Ontario

President's Choice children’s charity and U of T aim to discover the impact of nutrition at school

June 22, 2022

Canada is the only G7 nation without a national in-school meal program. In Japan, school lunches are provided universally to all students at a highly subsidized cost. In France, multi course meals are provided to each of the country’s six million students. And in the United States, the USDA operates a national, free or low-cost program. With involvement from Provincial, Municipal and potentially Federal governments, and hundreds of charities, all operating a variety of delivery models, how do we choose the right food program for Canadian students?

We believe the first step is to understand how to remove hunger as a barrier to learning for more than one million children who attend school hungry. Hungry kids experience 27% higher anxiety levels, they miss more school, and they disrupt their class more often – extending the impact of hunger even further to other students. Do our kids need a hot lunch to fuel their learning, or to find a basket of snacks readily available in the classroom?

To better understand the problem, the current delivery models, and how to have the biggest impact for our kids, President’s Choice Children’s Charity approached the team at the Joannah & Brian Lawson Centre for Child Nutrition, part of the Temerty Faculty of Medicine at the University of Toronto, to conduct a comprehensive study on how school-based meal programs are supported, delivered and implemented across Canada.

pccc-quote-logo-default

“This research will help develop policies to support a comprehensive, inclusive and cost effective national school meal program that will be made publicly available to anyone who needs it.”

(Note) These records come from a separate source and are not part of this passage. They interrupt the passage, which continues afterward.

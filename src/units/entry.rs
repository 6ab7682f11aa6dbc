//! What people type into a field: a number, perhaps with a unit or a word.

use super::constants::{
    AU_M, EARTH_MASS_KG, EARTH_MASSES_PER_SOLAR_MASS, EARTH_RADIUS_M, JUPITER_MASS_KG, JUPITER_RADIUS_M, LIGHT_YEAR_M,
    SOLAR_LUMINOSITY_W, SOLAR_MASS_KG, SOLAR_RADIUS_M,
};
use super::number_text::{machine, parse_number};
use super::time_words::parse_span;
use thiserror::Error;

/// Zero degrees Celsius, K. Exact by definition (SI brochure).
const CELSIUS_ZERO_K: f64 = 273.15;

/// What a field holds, which decides the units it understands and the unit it is kept in.
#[derive(Clone, Copy, Debug, PartialEq, Eq, Hash)]
pub enum EntryKind {
    /// A stellar mass, kept in solar masses.
    MassMsun,
    /// A planet's mass, kept in Earth masses.
    MassMearth,
    /// A distance, kept in au.
    DistanceAu,
    /// A planet's radius, kept in Earth radii.
    RadiusRearth,
    /// A difference of temperature, kept in kelvin.
    TemperatureDifferenceK,
    /// A temperature, kept in kelvin; degrees Celsius are understood.
    TemperatureK,
    /// A span of time, kept in years.
    SpanYr,
    /// The length of a day, kept in hours.
    DayH,
    /// A pressure, kept in bar.
    PressureBar,
    /// An angle, kept in degrees.
    AngleDeg,
    /// A logarithmic abundance, kept in dex.
    AbundanceDex,
    /// A luminosity, kept in solar luminosities.
    LuminosityLsun,
    /// A star's radius, kept in solar radii.
    RadiusRsun,
    /// A loss of mass, kept in solar masses per year.
    MassLossMsunYr,
    /// A density, kept in grams per cubic centimetre.
    DensityGCm3,
    /// A wavelength, kept in nanometres.
    WavelengthNm,
    /// A frequency, kept in terahertz.
    FrequencyThz,
    /// Starlight received, kept in units of the Earth's.
    InsolationEarth,
    /// A flux of energy, kept in watts per square metre.
    IrradianceWM2,
    /// A flux of photons, kept in micromoles per square metre and second.
    PhotonFluxUmolM2S,
    /// An illuminance, kept in lux.
    IlluminanceLx,
    /// A luminance, kept in candelas per square metre.
    LuminanceCdM2,
    /// A luminous flux, kept in lumens.
    LuminousFluxLm,
    /// A luminous efficacy, kept in lumens per watt.
    EfficacyLmW,
    /// An acceleration, kept in metres per second squared.
    AccelerationMS2,
    /// A speed, kept in kilometres per second.
    SpeedKmS,
    /// A magnitude.
    Magnitude,
    /// Water, kept in oceans of the Earth.
    WaterOceans,
    /// A plain number; a per cent sign is understood.
    Plain,
}

impl EntryKind {
    /// The symbol of the unit the value is kept in; empty for a plain number.
    #[must_use]
    pub fn symbol(self) -> &'static str {
        match self {
            Self::MassMsun => "M☉",
            Self::MassMearth => "M⊕",
            Self::DistanceAu => "au",
            Self::RadiusRearth => "R⊕",
            Self::TemperatureDifferenceK | Self::TemperatureK => "K",
            Self::SpanYr => "yr",
            Self::DayH => "h",
            Self::PressureBar => "bar",
            Self::AngleDeg => "°",
            Self::AbundanceDex => "dex",
            Self::LuminosityLsun => "L☉",
            Self::RadiusRsun => "R☉",
            Self::MassLossMsunYr => "M☉/yr",
            Self::DensityGCm3 => "g/cm³",
            Self::WavelengthNm => "nm",
            Self::FrequencyThz => "THz",
            Self::InsolationEarth => "S⊕",
            Self::IrradianceWM2 => "W/m²",
            Self::PhotonFluxUmolM2S => "µmol/m²/s",
            Self::IlluminanceLx => "lx",
            Self::LuminanceCdM2 => "cd/m²",
            Self::LuminousFluxLm => "lm",
            Self::EfficacyLmW => "lm/W",
            Self::AccelerationMS2 => "m/s²",
            Self::SpeedKmS => "km/s",
            Self::Magnitude => "mag",
            Self::WaterOceans => "oceans",
            Self::Plain => "",
        }
    }

    /// The unit the value is kept in as it is typed on any keyboard; empty for a plain number.
    #[must_use]
    pub fn typed_unit(self) -> &'static str {
        match self {
            Self::SpanYr => "yr",
            Self::TemperatureDifferenceK => "K",
            other => other.units().iter().find(|(_, factor)| *factor == 1.0).map_or("", |(unit, _)| unit),
        }
    }

    /// Unit spellings and what one of them is in the kept unit.
    fn units(self) -> &'static [(&'static str, f64)] {
        const MASS_MSUN: &[(&str, f64)] = &[
            ("Msun", 1.0),
            ("M☉", 1.0),
            ("M⊙", 1.0),
            ("solar masses", 1.0),
            ("kg", 1.0 / SOLAR_MASS_KG),
            ("Mjup", JUPITER_MASS_KG / SOLAR_MASS_KG),
        ];
        const MASS_MEARTH: &[(&str, f64)] = &[
            ("Mearth", 1.0),
            ("M⊕", 1.0),
            ("earth masses", 1.0),
            ("kg", 1.0 / EARTH_MASS_KG),
            ("Mjup", JUPITER_MASS_KG / EARTH_MASS_KG),
            ("MJ", JUPITER_MASS_KG / EARTH_MASS_KG),
            ("Msun", EARTH_MASSES_PER_SOLAR_MASS),
        ];
        const DISTANCE_AU: &[(&str, f64)] = &[
            ("au", 1.0),
            ("million km", 1e9 / AU_M),
            ("km", 1e3 / AU_M),
            ("Rsun", SOLAR_RADIUS_M / AU_M),
            ("R☉", SOLAR_RADIUS_M / AU_M),
            ("ly", LIGHT_YEAR_M / AU_M),
            ("m", 1.0 / AU_M),
        ];
        const RADIUS_REARTH: &[(&str, f64)] = &[
            ("Rearth", 1.0),
            ("R⊕", 1.0),
            ("earth radii", 1.0),
            ("km", 1e3 / EARTH_RADIUS_M),
            ("Rjup", JUPITER_RADIUS_M / EARTH_RADIUS_M),
            ("RJ", JUPITER_RADIUS_M / EARTH_RADIUS_M),
            ("m", 1.0 / EARTH_RADIUS_M),
        ];
        const PRESSURE_BAR: &[(&str, f64)] =
            &[("mbar", 1e-3), ("bar", 1.0), ("hPa", 1e-3), ("kPa", 1e-2), ("Pa", 1e-5), ("atm", 1.01325)];
        const LUMINOSITY_LSUN: &[(&str, f64)] =
            &[("Lsun", 1.0), ("L☉", 1.0), ("L⊙", 1.0), ("solar luminosities", 1.0), ("W", 1.0 / SOLAR_LUMINOSITY_W)];
        const RADIUS_RSUN: &[(&str, f64)] = &[
            ("Rsun", 1.0),
            ("R☉", 1.0),
            ("R⊙", 1.0),
            ("solar radii", 1.0),
            ("Rearth", EARTH_RADIUS_M / SOLAR_RADIUS_M),
            ("au", AU_M / SOLAR_RADIUS_M),
            ("million km", 1e9 / SOLAR_RADIUS_M),
            ("km", 1e3 / SOLAR_RADIUS_M),
        ];
        match self {
            Self::MassMsun => MASS_MSUN,
            Self::MassMearth => MASS_MEARTH,
            Self::DistanceAu => DISTANCE_AU,
            Self::RadiusRearth => RADIUS_REARTH,
            Self::TemperatureDifferenceK => &[("°C", 1.0), ("K", 1.0), ("C", 1.0)],
            Self::TemperatureK => &[("K", 1.0)],
            Self::SpanYr => &[],
            Self::DayH => &[("hours", 1.0), ("days", 24.0), ("h", 1.0), ("d", 24.0)],
            Self::PressureBar => PRESSURE_BAR,
            Self::AngleDeg => &[("degrees", 1.0), ("deg", 1.0), ("°", 1.0)],
            Self::AbundanceDex => &[("dex", 1.0)],
            Self::LuminosityLsun => LUMINOSITY_LSUN,
            Self::RadiusRsun => RADIUS_RSUN,
            Self::MassLossMsunYr => &[("Msun/yr", 1.0), ("M☉/yr", 1.0), ("solar masses per year", 1.0)],
            Self::DensityGCm3 => &[("g/cm3", 1.0), ("g/cm³", 1.0), ("kg/m3", 1e-3), ("kg/m³", 1e-3)],
            Self::WavelengthNm => &[("nm", 1.0), ("µm", 1e3), ("um", 1e3), ("micrometres", 1e3)],
            Self::FrequencyThz => &[("THz", 1.0), ("GHz", 1e-3)],
            Self::InsolationEarth => &[("Searth", 1.0), ("S⊕", 1.0), ("times the Earth's", 1.0), ("x", 1.0)],
            Self::IrradianceWM2 => &[("W/m2", 1.0), ("W/m²", 1.0), ("W m-2", 1.0), ("W m⁻²", 1.0)],
            Self::PhotonFluxUmolM2S => &[("umol/m2/s", 1.0), ("µmol/m²/s", 1.0)],
            Self::IlluminanceLx => &[("klx", 1e3), ("lx", 1.0), ("lux", 1.0)],
            Self::LuminanceCdM2 => &[("cd/m2", 1.0), ("cd/m²", 1.0)],
            Self::LuminousFluxLm => &[("lm", 1.0), ("lumens", 1.0)],
            Self::EfficacyLmW => &[("lm/W", 1.0)],
            Self::AccelerationMS2 => &[("m/s²", 1.0), ("m/s2", 1.0), ("cm/s2", 0.01)],
            Self::SpeedKmS => &[("km/s", 1.0), ("m/s", 1e-3)],
            Self::Magnitude => &[("mag", 1.0), ("magnitudes", 1.0)],
            Self::WaterOceans => &[("oceans", 1.0), ("ocean", 1.0)],
            Self::Plain => &[("%", 0.01)],
        }
    }
}

/// Why a typed text could not become a value.
#[derive(Clone, Debug, Error, PartialEq, Eq)]
pub enum EntryProblem {
    /// Nothing was typed.
    #[error("type a number")]
    Empty,
    /// No number with a unit known here.
    #[error("\"{text}\" is not understood here; write a number{examples}")]
    NotUnderstood {
        /// The text as it was typed.
        text: String,
        /// The units that are understood, as a clause.
        examples: String,
    },
}

/// Reads a typed value in the unit its kind is kept in. A bare number is in that unit already.
///
/// # Errors
/// [`EntryProblem`] with the units that would be understood.
///
/// # Example
/// ```
/// use longember::units::entry::{parse_entry, EntryKind};
/// assert_eq!(parse_entry("0.12 Msun", EntryKind::MassMsun), Ok(0.12));
/// assert!((parse_entry("2.4e29 kg", EntryKind::MassMsun).unwrap() - 0.1207).abs() < 1e-4);
/// ```
pub fn parse_entry(text: &str, kind: EntryKind) -> Result<f64, EntryProblem> {
    let trimmed = text.trim();
    if trimmed.is_empty() {
        return Err(EntryProblem::Empty);
    }
    if kind == EntryKind::SpanYr {
        return parse_span(trimmed).map_err(|_| not_understood(trimmed, kind));
    }
    if let Some(value) = parse_number(trimmed) {
        return Ok(value);
    }
    if kind == EntryKind::TemperatureK {
        let celsius = ["°C", "C"].iter().find_map(|unit| trimmed.strip_suffix(unit));
        if let Some(value) = celsius.and_then(|number| parse_number(number.trim_end())) {
            // The sum of two decimals is a decimal again, without the noise of their binary forms.
            let kelvin = value + CELSIUS_ZERO_K;
            return Ok(format!("{kelvin:.9}").parse().unwrap_or(kelvin));
        }
    }
    for (unit, factor) in kind.units() {
        let cut = trimmed.len().saturating_sub(unit.len());
        if trimmed.is_char_boundary(cut)
            && trimmed[cut..].eq_ignore_ascii_case(unit)
            && let Some(value) =
                parse_number(&trimmed[..cut]).map(|value| value * factor).filter(|value| value.is_finite())
        {
            return Ok(value);
        }
    }
    Err(not_understood(trimmed, kind))
}

/// Writes a value as the shortest text that [`parse_entry`] reads back to the same value; spans of time get their unit.
///
/// # Example
/// ```
/// use longember::units::entry::{EntryKind, write_entry};
/// assert_eq!(write_entry(4.57e9, EntryKind::SpanYr), "4.57 Gyr");
/// assert_eq!(write_entry(0.12, EntryKind::MassMsun), "0.12");
/// ```
#[must_use]
pub fn write_entry(value: f64, kind: EntryKind) -> String {
    if kind == EntryKind::SpanYr {
        for (length_yr, unit) in [(1e12, "Tyr"), (1e9, "Gyr"), (1e6, "Myr"), (1e3, "kyr")] {
            // A quotient can carry rounding noise, so only a text that reads back exactly will do.
            let text = machine(value / length_yr).map(|number| format!("{number} {unit}"));
            if let Some(text) = text.filter(|text| value.abs() >= length_yr && parse_span(text) == Ok(value)) {
                return text;
            }
        }
        return machine(value).map_or_else(String::new, |number| format!("{number} yr"));
    }
    machine(value).unwrap_or_default()
}

fn not_understood(text: &str, kind: EntryKind) -> EntryProblem {
    let known: Vec<&str> = match kind {
        EntryKind::SpanYr => vec!["Gyr", "trillion years", "yr"],
        EntryKind::TemperatureK => vec!["K", "°C"],
        other => other.units().iter().map(|(unit, _)| *unit).take(4).collect(),
    };
    let examples = if known.is_empty() { String::new() } else { format!(", optionally with {}", known.join(", ")) };
    EntryProblem::NotUnderstood { text: text.chars().take(60).collect(), examples }
}

#[cfg(test)]
mod tests {
    use super::*;

    #[test]
    fn units_convert_to_the_kept_one() {
        let close = |text: &str, kind, expected: f64| {
            let value = parse_entry(text, kind).expect(text);
            assert!((value / expected - 1.0).abs() < 1e-4, "{text}: {value}");
        };
        close("149597870.7 km", EntryKind::DistanceAu, 1.0);
        close("1 Mjup", EntryKind::MassMearth, 317.83);
        close("6378.1 km", EntryKind::RadiusRearth, 1.0);
        close("30 %", EntryKind::Plain, 0.3);
        close("400 mbar", EntryKind::PressureBar, 0.4);
        close("7.6 Gyr", EntryKind::SpanYr, 7.6e9);
        close("15 °C", EntryKind::TemperatureK, 288.15);
        close("-20C", EntryKind::TemperatureK, 253.15);
        close("288 K", EntryKind::TemperatureK, 288.0);
        close("3 days", EntryKind::DayH, 72.0);
        close("10 h", EntryKind::DayH, 10.0);
    }

    #[test]
    fn what_is_written_is_read_back_to_the_same_value() {
        for value in [0.0, 1.0, 4.57e9, 1.234_567_890_123e10, 9.3e8, 0.35, 1e14, 123.456] {
            for kind in [EntryKind::SpanYr, EntryKind::MassMsun, EntryKind::Plain] {
                assert_eq!(parse_entry(&write_entry(value, kind), kind), Ok(value));
            }
        }
    }

    #[test]
    fn a_foreign_unit_is_refused_and_the_known_ones_are_named() {
        let problem = parse_entry("3 parsecs", EntryKind::MassMsun).expect_err("a distance");
        assert!(problem.to_string().contains("Msun"), "{problem}");
        assert_eq!(parse_entry("  ", EntryKind::Plain), Err(EntryProblem::Empty));
    }
}
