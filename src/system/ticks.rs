//! Round ages for the marks of a time axis, on any scale.

use super::pacing::{TimeAxis, TimeScale};
use crate::units::number_text::fixed;

/// A mark on a time axis.
#[derive(Clone, Debug, PartialEq)]
pub struct TimeTick {
    /// Its age, yr.
    pub age_yr: f64,
    /// Its place on the whole axis, 0 to 1.
    pub fraction: f64,
    /// Its label, as short as it can be: `1 Gyr`, `12.3 Gyr`.
    pub label: String,
}

/// More digits than this make a label that nobody reads.
const MOST_DIGITS: u32 = 6;

/// About `count` marks on the part of an axis from one fraction to another, each at the roundest age near
/// an evenly spaced place. On a linear axis the steps are even.
#[must_use]
pub fn ticks(axis: &TimeAxis, from_fraction: f64, to_fraction: f64, count: usize) -> Vec<TimeTick> {
    let count = count.clamp(1, 100);
    let ages: Vec<f64> = if axis.scale() == TimeScale::Linear {
        even_ages(axis.age_at(from_fraction), axis.age_at(to_fraction), count)
    } else {
        let width = (to_fraction - from_fraction) / count as f64;
        (0..count)
            .filter_map(|index| {
                let middle = from_fraction + width * (index as f64 + 0.5);
                roundest(axis.age_at(middle - 0.28 * width), axis.age_at(middle + 0.28 * width))
            })
            .collect()
    };
    let mut ticks: Vec<TimeTick> = Vec::with_capacity(ages.len());
    for age_yr in ages {
        let fraction = axis.fraction_at(age_yr);
        let far_enough = ticks
            .last()
            .is_none_or(|last| fraction - last.fraction > 0.4 * (to_fraction - from_fraction) / count as f64);
        let label = age_label(age_yr);
        // Ages that differ only beyond the digits of a label would look like a mistake.
        let is_new = ticks.last().is_none_or(|last| last.label != label);
        if fraction >= from_fraction && fraction <= to_fraction && far_enough && is_new {
            ticks.push(TimeTick { age_yr, fraction, label });
        }
    }
    ticks
}

fn even_ages(from_yr: f64, to_yr: f64, count: usize) -> Vec<f64> {
    let rough_yr = (to_yr - from_yr) / count as f64;
    if rough_yr.is_nan() || rough_yr <= 0.0 {
        return vec![from_yr];
    }
    let decade = 10_f64.powf(rough_yr.log10().floor());
    let step_yr = [1.0, 2.0, 5.0, 10.0]
        .map(|factor| factor * decade)
        .into_iter()
        .find(|step| *step >= rough_yr)
        .unwrap_or(rough_yr);
    let first = (from_yr / step_yr).ceil();
    (0..=count + 1).map(|index| (first + index as f64) * step_yr).take_while(|age_yr| *age_yr <= to_yr).collect()
}

/// The age in an interval that needs the fewest digits, and of these the one nearest to the middle.
fn roundest(low_yr: f64, high_yr: f64) -> Option<f64> {
    if high_yr <= 0.0 || high_yr <= low_yr {
        return None;
    }
    let middle_yr = 0.5 * (low_yr + high_yr);
    let mut step_yr = 10_f64.powf(high_yr.log10().floor());
    for _ in 0..MOST_DIGITS {
        for factor in [1.0, 0.5, 0.2] {
            let nearest_yr = (middle_yr / (step_yr * factor)).round() * step_yr * factor;
            if nearest_yr >= low_yr && nearest_yr <= high_yr && nearest_yr > 0.0 {
                return Some(nearest_yr);
            }
        }
        step_yr /= 10.0;
    }
    None
}

/// A round age with no more digits than it has: `1.5 Gyr`, `250 Myr`, `0`.
#[must_use]
pub fn age_label(age_yr: f64) -> String {
    if age_yr == 0.0 {
        return "0".to_owned();
    }
    let units = [(1e12, "Tyr"), (1e9, "Gyr"), (1e6, "Myr"), (1e3, "kyr"), (1.0, "yr")];
    let (length_yr, unit) =
        units.into_iter().find(|(length_yr, _)| age_yr >= 0.999_999 * length_yr).unwrap_or((1.0, "yr"));
    let value = age_yr / length_yr;
    let decimals = (0..=9).find(|decimals| {
        let scaled = value * 10_f64.powi(*decimals);
        (scaled - scaled.round()).abs() < 1e-7 * scaled.abs().max(1e-3)
    });
    format!("{} {unit}", fixed(value, decimals.map_or(3, |decimals| decimals as usize)))
}

#[cfg(test)]
mod tests {
    use super::*;

    #[test]
    fn round_ages_are_preferred() {
        assert_eq!(roundest(0.93e9, 1.2e9), Some(1e9));
        assert_eq!(roundest(12.31e9, 12.38e9).map(age_label).as_deref(), Some("12.35 Gyr"));
        assert_eq!(roundest(5.0, 5.0), None);
    }

    #[test]
    fn labels_are_as_short_as_the_age_is_round() {
        assert_eq!(age_label(1e9), "1 Gyr");
        assert_eq!(age_label(2.5e8), "250 Myr");
        assert_eq!(age_label(1.25e12), "1.25 Tyr");
        assert_eq!(age_label(0.0), "0");
    }

    #[test]
    fn even_steps_are_one_two_or_five() {
        let ages = even_ages(0.0, 13e9, 6);
        assert_eq!(ages[1] - ages[0], 5e9);
        assert_eq!(even_ages(3.0, 3.0, 5), [3.0]);
    }
}
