//! The air over a planet's ground, as far as it makes a sky.

use crate::physics::light::{Atmosphere, Gas};

/// Clear air that scatters starlight. It is held fixed and does not warm the ground: that is the greenhouse's part.
#[derive(Clone, Copy, Debug, PartialEq)]
pub enum Air {
    /// No air: the sky is black and the stars are out all day.
    None,
    /// Nitrogen and oxygen as on Earth.
    EarthLike {
        /// Pressure at the ground, bar.
        surface_pressure_bar: f64,
    },
    /// Carbon dioxide.
    CarbonDioxide {
        /// Pressure at the ground, bar.
        surface_pressure_bar: f64,
    },
}

/// Pressure of air that nothing else is said about, bar.
pub const USUAL_PRESSURE_BAR: f64 = 1.0;

impl Air {
    /// Each kind with its usual pressure.
    pub const KINDS: [Self; 3] = [
        Self::None,
        Self::EarthLike { surface_pressure_bar: USUAL_PRESSURE_BAR },
        Self::CarbonDioxide { surface_pressure_bar: USUAL_PRESSURE_BAR },
    ];

    /// Air of a gas, or none.
    #[must_use]
    pub fn new(gas: Gas, surface_pressure_bar: f64) -> Self {
        match gas {
            Gas::Air => Self::EarthLike { surface_pressure_bar },
            Gas::CarbonDioxide => Self::CarbonDioxide { surface_pressure_bar },
        }
    }

    /// Stable machine name.
    #[must_use]
    pub fn key(self) -> &'static str {
        match self.gas() {
            None => "none",
            Some(Gas::Air) => "earth_like",
            Some(Gas::CarbonDioxide) => "carbon_dioxide",
        }
    }

    /// Name for people.
    #[must_use]
    pub fn name(self) -> &'static str {
        self.gas().map_or("no air", Gas::name)
    }

    /// The gas, if there is any.
    #[must_use]
    pub fn gas(self) -> Option<Gas> {
        match self {
            Self::None => None,
            Self::EarthLike { .. } => Some(Gas::Air),
            Self::CarbonDioxide { .. } => Some(Gas::CarbonDioxide),
        }
    }

    /// The pressure at the ground, bar, if there is air.
    #[must_use]
    pub fn surface_pressure_bar(self) -> Option<f64> {
        match self {
            Self::None => None,
            Self::EarthLike { surface_pressure_bar } | Self::CarbonDioxide { surface_pressure_bar } => {
                Some(surface_pressure_bar)
            }
        }
    }

    /// The same gas at another pressure; no air stays no air.
    #[must_use]
    pub fn at_pressure(self, surface_pressure_bar: f64) -> Self {
        self.gas().map_or(Self::None, |gas| Self::new(gas, surface_pressure_bar))
    }

    /// The air over ground of the usual grey albedo, under a gravity in m s⁻².
    #[must_use]
    pub fn atmosphere(self, surface_gravity_m_s2: f64) -> Option<Atmosphere> {
        Some(Atmosphere {
            gas: self.gas()?,
            surface_pressure_bar: self.surface_pressure_bar()?,
            surface_gravity_m_s2,
            ground_albedo: Atmosphere::EARTH.ground_albedo,
        })
    }
}

impl Default for Air {
    fn default() -> Self {
        Self::EarthLike { surface_pressure_bar: USUAL_PRESSURE_BAR }
    }
}

#[cfg(test)]
mod tests {
    use super::*;

    #[test]
    fn a_change_of_pressure_keeps_the_gas() {
        for air in Air::KINDS {
            let thick = air.at_pressure(90.0);
            assert_eq!(thick.key(), air.key());
            assert_eq!(thick.surface_pressure_bar(), air.gas().map(|_| 90.0));
            assert_eq!(thick.atmosphere(9.8).map(|atmosphere| atmosphere.gas), air.gas());
        }
    }
}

Fully funded by a $2 Million-dollar grant from the Charity, the study, called Feeding Kids, Nourishing Minds, includes researchers from medicine, public health, social work, engineering, humanities and early child development. It will be the first to inform and benefit all organizations within the school-based nutrition landscape, so kids who eat well can continue to do well.

“Many people and organizations put huge effort into feeding children in schools every day across this country,” says Daniel Sellen, the study lead and director of the Lawson Centre. “We need a much fuller picture of this work to guide policy and program development, and to improve delivery at the community level.”

“This data is a missing piece of the national school food program conversation, so our priority is for the results to be publicly accessible and follow academic standards of research independents.” says Lisa Battistelli, the executive director of President's Choice Children’s Charity. “It will inform development of financially responsible programming that delivers a measurable impact for kids – not only for us, but for anyone who needs it, including policy makers.

The researchers will begin to publish findings this year, and President’s Choice Children’s Charity will share those with our network as they become available.